(Beginning of RECORDS FOR PROCESSING)

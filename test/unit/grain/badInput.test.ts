import { describe, expect, it } from 'vitest';
import { CalibrationError, NoCellsError, SettingsError } from '../../../src/core/errors';
import { grainSize, interceptCount, jeffriesCount } from '../../../src/core/grain/index';
import { defaultSettings, resolveSettings } from '../../../src/core/settings';
import { squareGrid } from './helpers';

const lab = squareGrid(200, 200, 10);
const field = { x0: 0, y0: 0, x1: 200, y1: 200 };
const base = { labels: lab, umPerPx: 1, field, pattern: 'walls' as const, settings: defaultSettings() };

describe('grain size: bad input gets a clear message', () => {
  it('no pixel size: CalibrationError saying how to set it', () => {
    expect(() => grainSize({ ...base, umPerPx: null })).toThrow(CalibrationError);
    expect(() => grainSize({ ...base, umPerPx: null })).toThrow(/pixel size.*Scale panel.*--um-per-px/);
    expect(() => grainSize({ ...base, umPerPx: -2 })).toThrow(CalibrationError);
  });

  it('a pattern that is not walls: SettingsError naming the walls pattern', () => {
    expect(() => grainSize({ ...base, pattern: 'bodies' })).toThrow(SettingsError);
    expect(() => grainSize({ ...base, pattern: 'points' })).toThrow(/walls pattern.*points pattern/);
  });

  it('an empty label image: NoCellsError', () => {
    const empty = { width: 10, height: 10, labels: new Int32Array(100), count: 0 };
    expect(() => grainSize({ ...base, labels: empty, field: { x0: 0, y0: 0, x1: 10, y1: 10 } })).toThrow(NoCellsError);
  });

  it('a field outside the image: SettingsError', () => {
    expect(() => grainSize({ ...base, field: { x0: 0, y0: 0, x1: 300, y1: 200 } })).toThrow(/inside the 200 x 200 image/);
  });

  it('too few grains: warnings name the standard minimum, and every method still reports', () => {
    const few = squareGrid(60, 60, 20);
    const r = grainSize({ ...base, labels: few, field: { x0: 0, y0: 0, x1: 60, y1: 60 } });
    expect(r.warnings.some((w) => /Planimetric: only \d+ grains .*at least 50/.test(w))).toBe(true);
    expect(r.warnings.some((w) => /Intercept: .*about 50 per test pattern/.test(w))).toBe(true);
    expect(r.warnings.some((w) => /Mean area: only 1 grains/.test(w))).toBe(true);
    expect(r.planimetric).not.toBeNull();
    expect(r.intercept).not.toBeNull();
    expect(r.G).not.toBeNull();
  });

  it('test figures larger than the field: SettingsError from the counting functions', () => {
    expect(() => jeffriesCount(lab, field, { shape: 'circle', cx: 100, cy: 100, r: 150 })).toThrow(/larger than the field/);
    expect(() => jeffriesCount(lab, field, { shape: 'rectangle', x0: -10, y0: 0, x1: 100, y1: 100 })).toThrow(SettingsError);
    expect(() => interceptCount(lab, field, [{ kind: 'circle', cx: 100, cy: 100, r: 120 }])).toThrow(/larger than the field/);
    expect(() => interceptCount(lab, field, [{ kind: 'line', angleDeg: 0, x0: 0, y0: 5, x1: 250, y1: 5 }])).toThrow(/outside the field/);
    // The settings cannot ask for a figure larger than the largest that fits.
    expect(() => resolveSettings({ grain: { testSizeFraction: 1.5 } })).toThrow(SettingsError);
  });

  it('grains larger than the field: the planimetric method reports its own problem, the rest stands', () => {
    const one = squareGrid(100, 100, 100);
    const r = grainSize({ ...base, labels: one, field: { x0: 0, y0: 0, x1: 100, y1: 100 } });
    expect(r.intercept).toBeNull();
    expect(r.meanArea).toBeNull();
    expect(r.warnings.some((w) => /Intercept: no grain boundary/.test(w))).toBe(true);
    expect(r.warnings.some((w) => /Mean area: no grain lies wholly inside/.test(w))).toBe(true);
  });

  it('a pixel size that gives an implausible G (outside 00..14): a warning naming the pixel size, results kept', () => {
    const big = grainSize({ ...base, umPerPx: 500 }); // 10 px grains of 5 mm: G far below 00
    expect(big.warnings.some((w) => /outside the range of the standard \(00 to 14\).*500 µm\/px/.test(w))).toBe(true);
    expect(big.planimetric!.G).toBeLessThan(-1);
    const tiny = grainSize({ ...base, umPerPx: 0.001 });
    expect(tiny.planimetric!.G).toBeGreaterThan(14);
    expect(tiny.warnings.filter((w) => /outside the range/.test(w)).length).toBe(3);
  });

  it('the result is plain JSON (no NaN, no typed arrays)', () => {
    const r = grainSize(base);
    expect(JSON.parse(JSON.stringify(r))).toEqual(r);
  });
});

(End of RECORDS FOR PROCESSING)

[WORK TO COMPLETE]
The lines above starting at the one that contains "largest that fits." and ending at the one that contains "const one = squareGrid(100, 100, 100);" must be transcribed exactly, and no other lines may appear.

[WRITTEN ANSWER]
    // The settings cannot ask for a figure larger than the largest that fits.
    expect(() => resolveSettings({ grain: { testSizeFraction: 1.5 } })).toThrow(SettingsError);
  });

  it('grains larger than the field: the planimetric method reports its own problem, the rest stands', () => {
    const one = squareGrid(100, 100, 100);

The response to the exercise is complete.